Time-like hypersurfaces of prescribed mean extrinsic curvature

TL;DR

This paper derives hyperbolic equations related to time-like hypersurfaces with prescribed mean extrinsic curvature, simplifying boundary conditions in Einstein's vacuum equations and enabling better control of spacetime evolution.

Contribution

It introduces a gauge-based approach to analyze hyperbolic equations for time-like hypersurfaces with prescribed mean extrinsic curvature, independent of Einstein's equations.

Findings

Hyperbolic equations are independent of Einstein's equations.
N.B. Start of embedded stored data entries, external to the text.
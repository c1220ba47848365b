r"""The local state of separated flow at a trial liquid level or film thickness.

A :class:`LocalState` bundles conditions, cross-section geometry and the in-situ phase
velocities and Reynolds numbers at one value of ``frac`` (h/D or delta/D). Closures receive it,
so they can be evaluated for ANY trial holdup inside the root finder, not only a measured one.

In-situ velocities (mass conservation, e.g. Taitel & Dukler 1976, eq. 2):

.. math:: u_L = \frac{(1-E)\,v_{SL} A}{A_L},\qquad u_G = \frac{(v_{SG} + E\,v_{SL}) A}{A_G}

with E the entrained liquid fraction (annular flow only; droplets travel with the gas at no
slip, so the core density is :math:`\rho_C = (\rho_G v_{SG} + \rho_L E v_{SL})/(v_{SG} + E v_{SL})`).
For stratified flow E = 0 and rho_C = rho_G.

Phase Reynolds numbers on hydraulic diameters (Taitel & Dukler 1976, eqs. 5-6):
:math:`Re_L = \rho_L u_L D_L/\mu_L`, :math:`Re_G = \rho_C u_G D_G/\mu_G`.
"""
from __future__ import annotations

from dataclasses import dataclass
from functools import cached_property

import torch

from .conditions import Conditions, broadcast_shape
from .geometry import ANNULAR, SeparatedGeometry, separated

_TINY = 1e-300


@dataclass(frozen=True)
class LocalState:
    """Conditions + geometry + in-situ kinematics at one trial ``frac``.

    Level-dependent fields (``u_L``, ``u_G``, Reynolds numbers) have the broadcast shape of the
    conditions and ``frac``; ``q_L``, ``q_G`` and ``rho_core`` depend on the conditions only and keep
    their shape, so that a residual on a grid of levels does per-state arithmetic once per state.
    """

    cond: Conditions
    geom: SeparatedGeometry
    entrainment: torch.Tensor  # E [-], 0 for stratified
    q_L: torch.Tensor  # superficial velocity of the liquid layer or film, (1 - E) v_SL [m/s]
    q_G: torch.Tensor  # superficial velocity of the gas (core), v_SG + E v_SL [m/s]
    u_L: torch.Tensor  # in-situ liquid (film) velocity q_L / (A_L/A) [m/s]
    u_G: torch.Tensor  # in-situ gas (core) velocity q_G / (A_G/A) [m/s]
    rho_core: torch.Tensor  # gas or gas-droplet core density [kg/m3]

    @property
    def kind(self) -> str:
        return self.geom.kind

    @cached_property
    def Re_L_parts(self) -> tuple[torch.Tensor, torch.Tensor]:
        """Liquid Reynolds number on D_L as a per-state and a per-level factor [-]:
        (rho_L q_L D / mu_L) and (D_L/D) / (A_L/A)."""
        c, g = self.cond, self.geom
        return c.rhol * c.D / c.mul * self.q_L, g.d_L / g.a_L

    @cached_property
    def Re_G_parts(self) -> tuple[torch.Tensor, torch.Tensor]:
        """Gas (core) Reynolds number on D_G as a per-state and a per-level factor [-]:
        (rho_C q_G D / mu_G) and (D_G/D) / (A_G/A)."""
        c, g = self.cond, self.geom
        return self.rho_core * c.D / c.mug * self.q_G, g.d_G / g.a_G

    @cached_property
    def Re_L(self) -> torch.Tensor:
        """Liquid Reynolds number on D_L [-], rho_L u_L D_L / mu_L."""
        state, level = self.Re_L_parts
        return state * level

    @cached_property
    def Re_G(self) -> torch.Tensor:
        """Gas (core) Reynolds number on D_G [-], rho_C u_G D_G / mu_G."""
        state, level = self.Re_G_parts
        return state * level

    @property
    def holdup(self) -> torch.Tensor:
        """Liquid holdup H_L [-]: layer or film area fraction plus entrained liquid in the core."""
        core_liquid = self.cond.rhol * 0  # zero tensor of the right shape
        if self.kind == ANNULAR:
            q_e = self.entrainment * self.cond.vsl
            core_liquid = q_e / (self.cond.vsg + q_e).clamp_min(_TINY)
        return self.geom.liquid_fraction + (1 - self.geom.liquid_fraction) * core_liquid


def local_state(cond: Conditions, frac: torch.Tensor, kind: str, entrainment: torch.Tensor | float = 0.0) -> LocalState:
    """Build the :class:`LocalState` at ``frac`` (h/D or delta/D, broadcastable to cond).

    ``entrainment`` E [-] is only used for ``kind == 'annular'``.
    """
    geom = separated(kind, frac, cond.D)
    E = torch.as_tensor(entrainment, dtype=torch.float64)
    if kind == ANNULAR:
        # terms that do not depend on frac are computed on the conditions' shape, once per state
        q_e = E * cond.vsl  # entrained liquid flux, m/s superficial
        q_L = cond.vsl - q_e
        q_G = cond.vsg + q_e
        rho_core = (cond.rhog * cond.vsg + cond.rhol * q_e) / q_G.clamp_min(_TINY)
        rho_core = torch.where(q_G > 0, rho_core, cond.rhog * torch.ones_like(rho_core))
    else:  # stratified: no entrainment, the gas alone above the layer
        E = torch.zeros((), dtype=torch.float64).expand(E.shape)
        q_L, q_G, rho_core = cond.vsl, cond.vsg, cond.rhog
    E = E.expand(broadcast_shape(E.shape, frac.shape))
    return LocalState(cond=cond, geom=geom, entrainment=E, q_L=q_L, q_G=q_G, u_L=q_L / geom.a_L,
                      u_G=q_G / geom.a_G, rho_core=rho_core)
Boundary conditions with constant mean extrinsic curvature simplify analysis.

Totally geodesic boundaries further simplify the problem.

Abstract

The results on the initial boundary value problem for Einstein's vacuum field equation obtained in \cite{friedrich:nagy} rely on an unusual gauge. One of the defining gauge source functions represents the mean extrinsic curvature of the time-like leaves of a foliation that includes the boundary and covers a neighbourhoood of it. The others steer the development of a frame field and coordinates on the leaves. In general their combined action is needed to control in the context of the reduced field equations the evolution of the leaves. In this article are derived the hyperbolic equations implicit in that gauge. It is shown that the latter are independent of the Einstein equations and well defined on arbitrary space-times. The analysis simplifies if boundary conditions with constant mean extrinsic curvature are stipulated. It simplifies further if the boundary is required to be totally geodesic.